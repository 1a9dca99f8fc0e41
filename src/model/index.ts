export type {
  Model,
  ModelUnits,
  ModelQuantityKind,
  ModelSupport,
  ModelPointLoad,
  ModelCoupleLoad,
  ModelDistributedLoad,
  ModelLoad,
  ModelSegment,
  ModelDeflectionLimit,
  ModelLimits,
  ModelMaterial,
} from "./model.js";
export type {
  ModelSection,
  ModelShapeName,
  ModelShapeSection,
  ModelPlate,
  ModelWebPlate,
  ModelPlateGirderSection,
  ModelSectionPoint,
  ModelPolygonPart,
  ModelCirclePart,
  ModelSectorPart,
  ModelFilletPart,
  ModelSectionPart,
  ModelBuiltUpSection,
} from "./section-types.js";
export { MODEL_FORMAT_VERSION } from "./model.js";
export type {
  ModelPresetCombinations,
  ModelCombinationEntry,
  ModelSelfWeight,
  ModelCombinationSelection,
  ModelStressGroup,
  ModelDeflectionGroup,
  ModelCheckGroups,
  ModelGoverningExtreme,
  ModelEnvelopeBound,
  ModelEnvelope,
  ModelGoverningReaction,
  ModelReactionEnvelope,
  ModelReactionRange,
  ModelEnvelopes,
  ModelCombinationCheck,
  ModelCombinationCheckRow,
  ModelCombinationResults,
} from "./combination-types.js";
export type {
  ModelAnalysis,
  ModelResults,
  ModelExtreme,
  ModelPeaks,
  ModelReaction,
  ModelDiagram,
  ModelDiagramPiece,
  ModelDiagrams,
  ModelSectionResult,
  ModelStress,
  ModelStressExtreme,
  ModelShearStressExtreme,
  ModelPartShearStress,
  ModelCheck,
  ModelWarning,
  ModelScale,
} from "./analysis.js";
export type { ModelFile, ModelFileUnits, ModelFileSupport, ModelFileLoad, ModelQuantity } from "./file.js";
export type {
  ModelFileSection,
  ModelFileShapeSection,
  ModelFilePlateGirderSection,
  ModelFileBuiltUpSection,
  ModelFileSectionPart,
  ModelFilePartCommon,
  ModelFilePoint,
  ModelFileMaterial,
} from "./file-section.js";
export type { ModelJsonSchema } from "./schema.js";
export { modelSchema, MODEL_SCHEMA_ID } from "./schema.js";
export { MODEL_LIST_LIMIT } from "./schema-parts.js";
export { parseModel, tryParseModel } from "./parse.js";
export { modelToJson } from "./to-json.js";
export { DEFAULT_MODEL_UNITS } from "./units.js";
export { analyzeModel, tryAnalyzeModel } from "./analyze.js";
export { evaluateDiagram } from "./diagrams.js";
export type { ModelAnalysisJson } from "./analysis-json.js";
export { analysisToJson } from "./analysis-json.js";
....
● HOW TO COMPLETE THIS TASK: Copy every line above that holds the word "schema".

● RESPONSE AREA:
export type { ModelJsonSchema } from "./schema.js";
export { modelSchema, MODEL_SCHEMA_ID } from "./schema.js";
export { MODEL_LIST_LIMIT } from "./schema-parts.js";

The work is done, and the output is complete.